▶ **Your task**: Starting with the opening line of the material, restate every line word for word, and end on the line containing "ys[i] = 0.001 * rnd.normal();".

▶ **Supplied material**:
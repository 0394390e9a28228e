import { describe, expect, it } from 'vitest';
import { pca, shapeFeatures } from '../../../core/reconstruct/fit/pca.js';
import { createRandom } from '../../../core/util/random.js';

describe('pca', () => {
  it('finds the direction of a line segment and its variance L²/12', () => {
    // Uniform distribution on [−L/2, L/2] has variance L²/12 (any statistics handbook).
    const n = 20001;
    const L = 2;
    const d = [1 / 3, 2 / 3, 2 / 3];
    const x = new Float64Array(n), y = new Float64Array(n), z = new Float64Array(n);
    for (let i = 0; i < n; i++) {
      const t = -L / 2 + (L * i) / (n - 1);
      x[i] = 10 + d[0] * t;
      y[i] = -4 + d[1] * t;
      z[i] = 7 + d[2] * t;
    }
    const r = pca(x, y, z, Int32Array.from({ length: n }, (_, i) => i))!;
    // discrete uniform grid variance: (L²/12)(n+1)/(n−1)
    expect(r.values[2]).toBeCloseTo(((L * L) / 12) * ((n + 1) / (n - 1)), 10);
    expect(r.values[0]).toBeLessThan(1e-20);
    expect(Math.abs(r.vectors[2][0] * d[0] + r.vectors[2][1] * d[1] + r.vectors[2][2] * d[2])).toBeCloseTo(1, 12);
    expect(r.centroid[0]).toBeCloseTo(10, 12);
  });

  it('keeps millimetre spread exact at projected-frame offsets of 5e6 m', () => {
    // Two-pass covariance avoids cancellation (Chan, Golub & LeVeque 1983, Am. Stat. 37:242).
    const rnd = createRandom(5);
    const n = 1000;
    const x = new Float64Array(n), y = new Float64Array(n), z = new Float64Array(n);
    const xs = new Float64Array(n), ys = new Float64Array(n), zs = new Float64Array(n);
    for (let i = 0; i < n; i++) {
      xs[i] = 0.003 * rnd.normal();
      ys[i] = 0.001 * rnd.normal();
      zs[i] = 0.002 * rnd.normal();
      x[i] = 5e6 + xs[i];
      y[i] = 4e6 + ys[i];
      z[i] = 300 + zs[i];
    }
    const idx = Int32Array.from({ length: n }, (_, i) => i);
    const far = pca(x, y, z, idx)!;
    const near = pca(xs, ys, zs, idx)!;
    for (let k = 0; k < 3; k++) expect(Math.abs(far.values[k] - near.values[k]) / near.values[k]).toBeLessThan(1e-6);
  });

  it('uses only the listed indices and honours weights', () => {
    // Weighted mean definition: Σ w p / Σ w.
    const x = [0, 1, 2, 100], y = [0, 0, 0, 100], z = [0, 0, 0, 100];
    const r = pca(x, y, z, [0, 1, 2], [1, 1, 2, 1])!;
    expect(r.centroid[0]).toBeCloseTo((0 + 1 + 4) / 4, 14);
    expect(r.count).toBe(3);
  });

  it('returns null for no points or zero total weight', () => {
    // Degenerate input rule of the fit module: null, never NaN.
    expect(pca([1], [1], [1], [])).toBeNull();
    expect(pca([1, 2], [1, 2], [1, 2], [0, 1], [0, 0])).toBeNull();
  });
});

describe('shapeFeatures', () => {
  it('gives linearity 1 for a line, planarity 1 for a plane, scattering 1 for a sphere', () => {
    // Definitions of Demantké et al. 2011 (ISPRS Archives XXXVIII-5/W12); they sum to 1.
    const o = new Float64Array(3);
    shapeFeatures(0, 0, 1, o);
    expect(Array.from(o)).toEqual([1, 0, 0]);
    shapeFeatures(0, 1, 1, o);
    expect(Array.from(o)).toEqual([0, 1, 0]);
    shapeFeatures(1, 1, 1, o);
    expect(Array.from(o)).toEqual([0, 0, 1]);
    shapeFeatures(0.1, 0.3, 0.9, o);
    expect(o[0] + o[1] + o[2]).toBeCloseTo(1, 14);
  });

  it('returns zeros when the largest value is not > 0', () => {
    // Degenerate neighbourhood (one repeated point): no shape.
    const o = new Float64Array(3).fill(9);
    shapeFeatures(0, 0, 0, o);
    expect(Array.from(o)).toEqual([0, 0, 0]);
    shapeFeatures(NaN, NaN, NaN, o);
    expect(Array.from(o)).toEqual([0, 0, 0]);
  });
});
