import { describe, expect, it } from 'vitest';
import {
  HUBER_K,
  MAD_TO_SIGMA,
  TUKEY_C,
  madScale,
  robustPsi,
  robustTerms,
  robustWeights,
  select,
} from '../../../core/reconstruct/fit/robust.js';
import { createRandom } from '../../../core/util/random.js';

describe('robustTerms', () => {
  it("gives Tukey's biweight ψ(d) = d(1 − (d/cσ)²)² and zero beyond c σ", () => {
    // Beaton & Tukey 1974 (Technometrics 16:147); c = 4.685 for 95 % normal efficiency (Holland & Welsch 1977).
    const o = new Float64Array(3);
    robustTerms('tukey', 2, 1, o);
    const b = 1 - (2 / TUKEY_C) ** 2;
    expect(o[0]).toBeCloseTo(b * b, 15);
    expect(o[1]).toBeCloseTo(2 * b * b, 15);
    // ψ' by central difference of ψ
    const h = 1e-6;
    const p = new Float64Array(3), m = new Float64Array(3);
    robustTerms('tukey', 2 + h, 1, p);
    robustTerms('tukey', 2 - h, 1, m);
    expect(o[2]).toBeCloseTo((p[1] - m[1]) / (2 * h), 8);
    robustTerms('tukey', 5, 1, o);
    expect(Array.from(o)).toEqual([0, 0, 0]);
  });

  it("gives Huber's ψ: identity inside k σ, ±k σ outside", () => {
    // Huber 1964 (Ann. Math. Stat. 35:73); k = 1.345 for 95 % normal efficiency.
    const o = new Float64Array(3);
    robustTerms('huber', 1, 1, o);
    expect(Array.from(o)).toEqual([1, 1, 1]);
    robustTerms('huber', -3, 1, o);
    expect(o[0]).toBeCloseTo(HUBER_K / 3, 15);
    expect(o[1]).toBeCloseTo(-HUBER_K, 15);
    expect(o[2]).toBe(0);
    robustTerms('none', 7, 1, o);
    expect(Array.from(o)).toEqual([1, 7, 1]);
  });
});

describe('robustWeights', () => {
  it('matches robustTerms point by point for every loss', () => {
    // The vectorised loop must equal the scalar definition.
    const d = Float64Array.from([-6, -2, -0.5, 0, 0.3, 1.4, 4.9]);
    const w = new Float64Array(d.length);
    const o = new Float64Array(3);
    for (const loss of ['tukey', 'huber', 'none'] as const) {
      robustWeights(loss, d, w, d.length, 1.1);
      d.forEach((di, i) => {
        robustTerms(loss, di, 1.1, o);
        expect(w[i]).toBeCloseTo(o[0], 15);
      });
    }
  });
});

describe('robustPsi', () => {
  it('matches robustTerms point by point for every loss', () => {
    const d = Float64Array.from([-6, -2, -0.5, 0, 0.3, 1.4, 4.9]);
    const psi = new Float64Array(d.length);
    const dpsi = new Float64Array(d.length);
    const o = new Float64Array(3);
    for (const loss of ['tukey', 'huber', 'none'] as const) {
      robustPsi(loss, d, d.length, 0.9, psi, dpsi);
      d.forEach((di, i) => {
        robustTerms(loss, di, 0.9, o);
        expect(psi[i]).toBeCloseTo(o[1], 15);
        expect(dpsi[i]).toBeCloseTo(o[2], 15);
      });
    }
  });
});

describe('madScale', () => {
  it('estimates σ of zero-centred normal residuals (1.4826 · median |d|)', () => {
    // 1/Φ⁻¹(3/4) = 1.4826 makes the MAD consistent for σ (Hampel 1974, JASA 69:383).
    expect(MAD_TO_SIGMA).toBeCloseTo(1 / 0.6744897501960817, 4);
    const rnd = createRandom(2);
    const n = 20001;
    const d = new Float64Array(n);
    for (let i = 0; i < n; i++) d[i] = 0.003 * rnd.normal();
    // standard error of the MAD scale ≈ 1.17 σ/√n → 0.8 % here
    expect(Math.abs(madScale(d, n, new Float64Array(n)) / 0.003 - 1)).toBeLessThan(0.03);
  });

  it('ignores up to half the residuals being gross outliers', () => {
    // Breakdown point of the median is 50 %.
    const d = Float64Array.from([1, -1, 1, -1, 1, 1000, -1000, 1000, 1000]);
    expect(madScale(d, d.length, new Float64Array(d.length))).toBeCloseTo(MAD_TO_SIGMA, 12);
    expect(madScale(d, 0, new Float64Array(1))).toBe(0);
  });
});

describe('select', () => {
  it('returns the k-th smallest element, as sorting does, on seeded random arrays', () => {
    // Definition of order statistics; checked against Array.prototype.sort.
    const rnd = createRandom(8);
    for (let t = 0; t < 200; t++) {
      const n = 1 + rnd.int(60);
      const a = Float64Array.from({ length: n }, () => rnd.int(10) - 5 + rnd.next() * (t % 2));
      const sorted = Array.from(a).sort((x, y) => x - y);
      const k = rnd.int(n);
      expect(select(Float64Array.from(a), k)).toBe(sorted[k]);
    }
  });
});
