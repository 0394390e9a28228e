import { describe, expect, it } from 'vitest';
import { ARC_SECTORS, cholSolve5, fitCylinder, type CylinderFit } from '../../../core/reconstruct/fit/cylinder-fit.js';
import { createRandom } from '../../../core/util/random.js';
import {
  basis,
  distanceToLine,
  lineAngle,
  sampleCylinder,
  unit,
  type CylinderSpec,
} from '../../../core/reconstruct/fit/sample-cylinder.js';
import type { Vec3 } from '../../../core/types/network.js';

function fitSample(spec: CylinderSpec, options: Parameters<typeof fitCylinder>[4] = {}): CylinderFit {
  const s = sampleCylinder(spec);
  const f = fitCylinder(s.x, s.y, s.z, s.indices, options);
  expect(f).not.toBeNull();
  return f!;
}

const TILTED: Vec3 = unit([0.6, -0.3, 0.74]);

describe('fitCylinder', () => {
  it('recovers radius and axis of exact points on full and half arcs, tilted, far from the origin', () => {
    // Analytic case: noise-free points lie on the true cylinder, where every residual is zero.
    // Offsets of 5e6 m limit the data themselves to ~1e-9 m (IEEE 754 spacing).
    const centre: Vec3 = [512345.6, 5123456.7, 312.3];
    for (const arcRad of [2 * Math.PI, Math.PI]) {
      const f = fitSample({ n: 300, radiusM: 0.08, lengthM: 0.5, arcRad, noiseM: 0, axis: TILTED, centre, seed: 3 });
      expect(Math.abs(f.radiusM - 0.08)).toBeLessThan(1e-7);
      expect(lineAngle(f.axisDir, TILTED)).toBeLessThan(1e-6);
      expect(distanceToLine(f.axisPoint, centre, TILTED)).toBeLessThan(1e-7);
      expect(f.converged).toBe(true);
      expect(f.inlierCount).toBe(300);
    }
  });

  it('has radius standard error σ/√n on a full arc, matching the spread over seeded replicates', () => {
    // For uniform angular coverage the radius column of the Jacobian is orthogonal to the others
    // (∂d/∂r = −1, Σcos θ = Σsin θ = 0), so var(r̂) = σ²/n (least-squares theory, e.g. Seber & Wild 1989).
    const sigma = 0.001;
    const n = 400;
    const radii: number[] = [];
    const ses: number[] = [];
    for (let seed = 1; seed <= 40; seed++) {
      const f = fitSample({ n, radiusM: 0.05, lengthM: 0.3, arcRad: 2 * Math.PI, noiseM: sigma, axis: TILTED, seed });
      radii.push(f.radiusM);
      ses.push(f.radiusSeM);
      expect(Math.abs(f.radiusM - 0.05)).toBeLessThan(4 * f.radiusSeM);
    }
    const mean = radii.reduce((a, b) => a + b, 0) / radii.length;
    const sd = Math.sqrt(radii.reduce((a, b) => a + (b - mean) ** 2, 0) / (radii.length - 1));
    const meanSe = ses.reduce((a, b) => a + b, 0) / ses.length;
    const theory = sigma / Math.sqrt(n);
    expect(Math.abs(meanSe / theory - 1)).toBeLessThan(0.15);
    // 40 replicates: the sample SD is within ±35 % of the truth with >99 % probability (χ² with 39 dof)
    expect(Math.abs(sd / theory - 1)).toBeLessThan(0.35);
    // bias well below σ (here below σ/10)
    expect(Math.abs(mean - 0.05)).toBeLessThan(0.1 * sigma);
  });

  it('keeps the radius unbiased on half arcs with 2 mm noise', () => {
    // Geometric least squares is consistent; its O(σ²/r) bias is 8e-5 m here (Chernov 2010, §6).
    let sum = 0;
    const reps = 30;
    for (let seed = 1; seed <= reps; seed++) {
      const f = fitSample({ n: 300, radiusM: 0.05, lengthM: 0.3, arcRad: Math.PI, noiseM: 0.002, axis: TILTED, seed: 100 + seed });
      expect(Math.abs(f.radiusM - 0.05)).toBeLessThan(5 * f.radiusSeM);
      expect(f.arcCoverage).toBeGreaterThanOrEqual(8 / ARC_SECTORS);
      expect(f.arcCoverage).toBeLessThanOrEqual(9 / ARC_SECTORS);
      sum += f.radiusM;
    }
    expect(Math.abs(sum / reps - 0.05)).toBeLessThan(0.0005);
  });

  it('fits a 90° arc of a 10 cm branch to within 5 % of the radius with 1 mm noise', () => {
    // One-sided scan of a thick branch; short arcs inflate the variance, not the bias (Chernov 2010, §6).
    const f = fitSample({ n: 400, radiusM: 0.1, lengthM: 0.4, arcRad: Math.PI / 2, noiseM: 0.001, axis: [0, 1, 0.2], seed: 5 });
    expect(Math.abs(f.radiusM - 0.1) / 0.1).toBeLessThan(0.05);
    expect(f.arcCoverage).toBeLessThanOrEqual(5 / ARC_SECTORS);
  });

  for (const fo of [0.1, 0.2]) {
    it(`keeps the radius within 2 % with ${fo * 100} % outliers under Tukey and Huber weights`, () => {
      // Redescending M-estimators resist gross errors (Huber 1981, Robust Statistics); plain least
      // squares on the same points is shown to be pulled further away.
      for (const robust of ['tukey', 'huber'] as const) {
        let worst = 0;
        let worstPlain = 0;
        for (let seed = 1; seed <= 10; seed++) {
          const spec: CylinderSpec = { n: 400, radiusM: 0.04, lengthM: 0.3, arcRad: 2 * Math.PI, noiseM: 0.001, outlierFraction: fo, axis: TILTED, seed };
          const f = fitSample(spec, { robust });
          worst = Math.max(worst, Math.abs(f.radiusM - 0.04) / 0.04);
          const p = fitSample(spec, { robust: 'none' });
          worstPlain = Math.max(worstPlain, Math.abs(p.radiusM - 0.04) / 0.04);
        }
        expect(worst).toBeLessThan(robust === 'tukey' ? 0.02 : 0.05);
        expect(worst).toBeLessThan(worstPlain);
      }
    });
  }

  it('gives a radius standard error that matches the replicate spread under Tukey weights with 15 % outliers', () => {
    // M-estimator sandwich covariance (Huber 1981, §7.6) is consistent for down-weighted fits.
    const radii: number[] = [];
    const ses: number[] = [];
    for (let seed = 1; seed <= 40; seed++) {
      const f = fitSample({ n: 300, radiusM: 0.05, lengthM: 0.3, arcRad: 2 * Math.PI, noiseM: 0.001, outlierFraction: 0.15, axis: TILTED, seed: 500 + seed });
      radii.push(f.radiusM);
      ses.push(f.radiusSeM);
    }
    const mean = radii.reduce((a, b) => a + b, 0) / radii.length;
    const sd = Math.sqrt(radii.reduce((a, b) => a + (b - mean) ** 2, 0) / (radii.length - 1));
    const meanSe = ses.reduce((a, b) => a + b, 0) / ses.length;
    // 40 replicates: sample SD within ±35 % of the truth with >99 % probability (χ², 39 dof)
    expect(Math.abs(meanSe / sd - 1)).toBeLessThan(0.35);
  });

  it('excludes outliers from the inlier count and the RMSE', () => {
    // Inliers are points within 3 robust σ of the surface (common practice, no source).
    const s = sampleCylinder({ n: 500, radiusM: 0.06, lengthM: 0.3, arcRad: 2 * Math.PI, noiseM: 0.001, outlierFraction: 0.15, seed: 21 });
    const f = fitCylinder(s.x, s.y, s.z, s.indices)!;
    const clean = s.outlier.reduce((a, b) => a + (b ? 0 : 1), 0);
    // some outliers fall by chance near the surface; almost all clean points are kept
    expect(f.inlierCount).toBeGreaterThan(0.97 * clean);
    expect(f.inlierCount).toBeLessThan(clean + 0.1 * (500 - clean));
    expect(f.rmseM).toBeLessThan(0.0015);
  });

  it('finds the axis of a stub shorter than its diameter without an initial axis', () => {
    // A short wide cylinder has its largest spread across the axis, not along it (PCA of a disc).
    const f = fitSample({ n: 300, radiusM: 0.2, lengthM: 0.1, arcRad: 2 * Math.PI, noiseM: 0.0005, axis: TILTED, seed: 8 });
    expect(lineAngle(f.axisDir, TILTED)).toBeLessThan(0.01);
    expect(Math.abs(f.radiusM - 0.2)).toBeLessThan(0.001);
  });

  it('converges from an initial axis 15° off', () => {
    // LM from a perturbed start reaches the same minimum (Marquardt 1963).
    const [e1] = basis(TILTED);
    const t = (15 * Math.PI) / 180;
    const axis0 = unit([0, 1, 2].map((k) => Math.cos(t) * TILTED[k] + Math.sin(t) * e1[k]) as Vec3);
    expect(lineAngle(axis0, TILTED)).toBeCloseTo(t, 12);
    const f = fitSample({ n: 300, radiusM: 0.05, lengthM: 0.4, arcRad: 2 * Math.PI, noiseM: 0.0005, axis: TILTED, seed: 9 }, { initialAxis: axis0 });
    expect(lineAngle(f.axisDir, TILTED)).toBeLessThan(0.01);
    expect(Math.abs(f.radiusM - 0.05)).toBeLessThan(0.0005);
    // orientation follows the given axis
    expect(f.axisDir[0] * axis0[0] + f.axisDir[1] * axis0[1] + f.axisDir[2] * axis0[2]).toBeGreaterThan(0);
  });

  it('puts start and end at the extreme projections of the points, one length apart', () => {
    // Uniform heights on [−L/2, L/2]: the sample range approaches L as n grows (E = L(n−1)/(n+1)).
    const f = fitSample({ n: 1000, radiusM: 0.03, lengthM: 0.25, arcRad: 2 * Math.PI, noiseM: 0.0003, axis: [0, 0, 1], centre: [1, 2, 3], seed: 10 });
    expect(f.lengthM).toBeGreaterThan(0.245);
    expect(f.lengthM).toBeLessThanOrEqual(0.2501);
    expect(Math.hypot(f.end[0] - f.start[0], f.end[1] - f.start[1], f.end[2] - f.start[2])).toBeCloseTo(f.lengthM, 10);
    expect(f.start[2]).toBeLessThan(f.end[2]); // axis points upwards by convention
    expect((f.start[2] + f.end[2]) / 2).toBeCloseTo(3, 2);
  });

  it('reports arc coverage of about 1/6 for a 60° arc', () => {
    // 60° of 360° spans 2.67 of 16 sectors, so 3 or 4 sectors hold points.
    const f = fitSample({ n: 300, radiusM: 0.05, lengthM: 0.3, arcRad: Math.PI / 3, noiseM: 0.0002, seed: 11 });
    expect(f.arcCoverage).toBeGreaterThanOrEqual(3 / ARC_SECTORS);
    expect(f.arcCoverage).toBeLessThanOrEqual(4 / ARC_SECTORS);
  });

  it('does not count a sector holding only a few stray surface points as covered', () => {
    // Coverage rule documented in cylinder-fit.ts: a sector needs a tenth of its even share of inliers.
    const s = sampleCylinder({ n: 800, radiusM: 0.05, lengthM: 0.3, arcRad: Math.PI, noiseM: 0.0005, seed: 14 });
    // three stray points exactly on the surface, on the far side (angles 200°–340°)
    for (const [k, deg] of [[0, 200], [1, 270], [2, 340]] as const) {
      const th = (deg * Math.PI) / 180;
      s.x[k] = 0.05 * Math.cos(th);
      s.y[k] = 0.05 * Math.sin(th);
    }
    const f = fitCylinder(s.x, s.y, s.z, s.indices, { initialAxis: [0, 0, 1] })!;
    expect(f.arcCoverage).toBeLessThanOrEqual(9 / ARC_SECTORS);
  });

  it('leaves out points of zero prior weight and fits the rest exactly', () => {
    // Prior weights multiply the robust weights; weight 0 removes a point (weighted least squares).
    const s = sampleCylinder({ n: 300, radiusM: 0.03, lengthM: 0.2, arcRad: Math.PI, noiseM: 0, outlierFraction: 0.3, axis: TILTED, seed: 15 });
    const w = Float64Array.from(s.outlier, (o) => (o ? 0 : 1));
    const f = fitCylinder(s.x, s.y, s.z, s.indices, { weights: w, robust: 'none' })!;
    expect(Math.abs(f.radiusM - 0.03)).toBeLessThan(1e-9);
    expect(f.pointCount).toBe(300 - s.outlier.reduce((a, b) => a + b, 0));
    expect(fitCylinder(s.x, s.y, s.z, s.indices, { weights: new Float64Array(300) })).toBeNull();
    w.fill(NaN);
    expect(fitCylinder(s.x, s.y, s.z, s.indices, { weights: w })).toBeNull();
  });

  it('returns identical results for identical input', () => {
    // Repeatability rule of the project: no hidden randomness.
    const a = fitSample({ n: 200, radiusM: 0.05, lengthM: 0.3, arcRad: 4, noiseM: 0.001, outlierFraction: 0.1, seed: 12 });
    const b = fitSample({ n: 200, radiusM: 0.05, lengthM: 0.3, arcRad: 4, noiseM: 0.001, outlierFraction: 0.1, seed: 12 });
    expect(b).toEqual(a);
  });

  it('returns null for too few, collinear, coincident or non-finite points, never NaN', () => {
    // Degenerate input rule of the fit module.
    const idx = (n: number) => Int32Array.from({ length: n }, (_, i) => i);
    expect(fitCylinder([0, 1, 0, 1, 0], [0, 0, 1, 1, 0], [0, 0, 0, 1, 1], idx(5))).toBeNull();
    const line = Array.from({ length: 20 }, (_, i) => i * 0.01);
    expect(fitCylinder(line, line, line, idx(20))).toBeNull();
    const same = new Array(20).fill(3);
    expect(fitCylinder(same, same, same, idx(20))).toBeNull();
    const s = sampleCylinder({ n: 50, radiusM: 0.05, lengthM: 0.3, arcRad: 2 * Math.PI, noiseM: 0, seed: 13 });
    s.x[7] = NaN;
    expect(fitCylinder(s.x, s.y, s.z, s.indices)).toBeNull();
    s.x[7] = 0;
    expect(fitCylinder(s.x, s.y, s.z, s.indices, { initialAxis: [0, 0, 0] })).toBeNull();
  });

  it('gives finite fields for a flat patch (plane) — a huge radius, not NaN', () => {
    // A plane is the limit of a cylinder as r → ∞; the fit must stay finite for the reliability rule.
    const n = 200;
    const x = new Float64Array(n), y = new Float64Array(n), z = new Float64Array(n);
    for (let i = 0; i < n; i++) {
      x[i] = (i % 20) * 0.01;
      y[i] = Math.floor(i / 20) * 0.01 + 0.0001 * Math.sin(i * 12.9898);
      z[i] = 0.0002 * Math.sin(i * 78.233);
    }
    const f = fitCylinder(x, y, z, Int32Array.from({ length: n }, (_, i) => i));
    if (f) {
      for (const v of [f.radiusM, f.radiusSeM, f.rmseM, f.arcCoverage, ...f.axisDir, ...f.start, ...f.end]) {
        expect(Number.isNaN(v)).toBe(false);
      }
      expect(f.radiusM).toBeGreaterThan(0.1);
    }
  });
});

describe('cholSolve5', () => {
  it('solves M x = b for seeded random symmetric positive definite 5×5 matrices to 1e-10', () => {
    // M = Gᵀ G + I is symmetric positive definite; check the residual M x − b (Golub & Van Loan §4.2).
    const rnd = createRandom(19);
    for (let t = 0; t < 100; t++) {
      const G = Array.from({ length: 5 }, () => Array.from({ length: 5 }, () => rnd.normal()));
      const M = Array.from({ length: 5 }, (_, i) => Array.from({ length: 5 }, (_, j) => G.reduce((s, row) => s + row[i] * row[j], 0) + (i === j ? 1 : 0)));
      const b = Array.from({ length: 5 }, () => rnd.normal());
      const m = Float64Array.from(M.flat());
      const x = Float64Array.from(b);
      expect(cholSolve5(m, x)).toBe(true);
      for (let i = 0; i < 5; i++) {
        const r = M[i].reduce((s, v, j) => s + v * x[j], 0) - b[i];
        expect(Math.abs(r)).toBeLessThan(1e-10);
      }
    }
  });

  it('reports a matrix that is not positive definite', () => {
    const m = new Float64Array(25);
    m[0] = -1;
    expect(cholSolve5(m, new Float64Array(5))).toBe(false);
  });
});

▶ **Exercise answer**:
repository 0394390e9a28228e
import { describe, expect, it } from 'vitest';
import { pca, shapeFeatures } from '../../../core/reconstruct/fit/pca.js';
import { createRandom } from '../../../core/util/random.js';

describe('pca', () => {
  it('finds the direction of a line segment and its variance L²/12', () => {
    // Uniform distribution on [−L/2, L/2] has variance L²/12 (any statistics handbook).
    const n = 20001;
    const L = 2;
    const d = [1 / 3, 2 / 3, 2 / 3];
    const x = new Float64Array(n), y = new Float64Array(n), z = new Float64Array(n);
    for (let i = 0; i < n; i++) {
      const t = -L / 2 + (L * i) / (n - 1);
      x[i] = 10 + d[0] * t;
      y[i] = -4 + d[1] * t;
      z[i] = 7 + d[2] * t;
    }
    const r = pca(x, y, z, Int32Array.from({ length: n }, (_, i) => i))!;
    // discrete uniform grid variance: (L²/12)(n+1)/(n−1)
    expect(r.values[2]).toBeCloseTo(((L * L) / 12) * ((n + 1) / (n - 1)), 10);
    expect(r.values[0]).toBeLessThan(1e-20);
    expect(Math.abs(r.vectors[2][0] * d[0] + r.vectors[2][1] * d[1] + r.vectors[2][2] * d[2])).toBeCloseTo(1, 12);
    expect(r.centroid[0]).toBeCloseTo(10, 12);
  });

  it('keeps millimetre spread exact at projected-frame offsets of 5e6 m', () => {
    // Two-pass covariance avoids cancellation (Chan, Golub & LeVeque 1983, Am. Stat. 37:242).
    const rnd = createRandom(5);
    const n = 1000;
    const x = new Float64Array(n), y = new Float64Array(n), z = new Float64Array(n);
    const xs = new Float64Array(n), ys = new Float64Array(n), zs = new Float64Array(n);
    for (let i = 0; i < n; i++) {
      xs[i] = 0.003 * rnd.normal();
      ys[i] = 0.001 * rnd.normal();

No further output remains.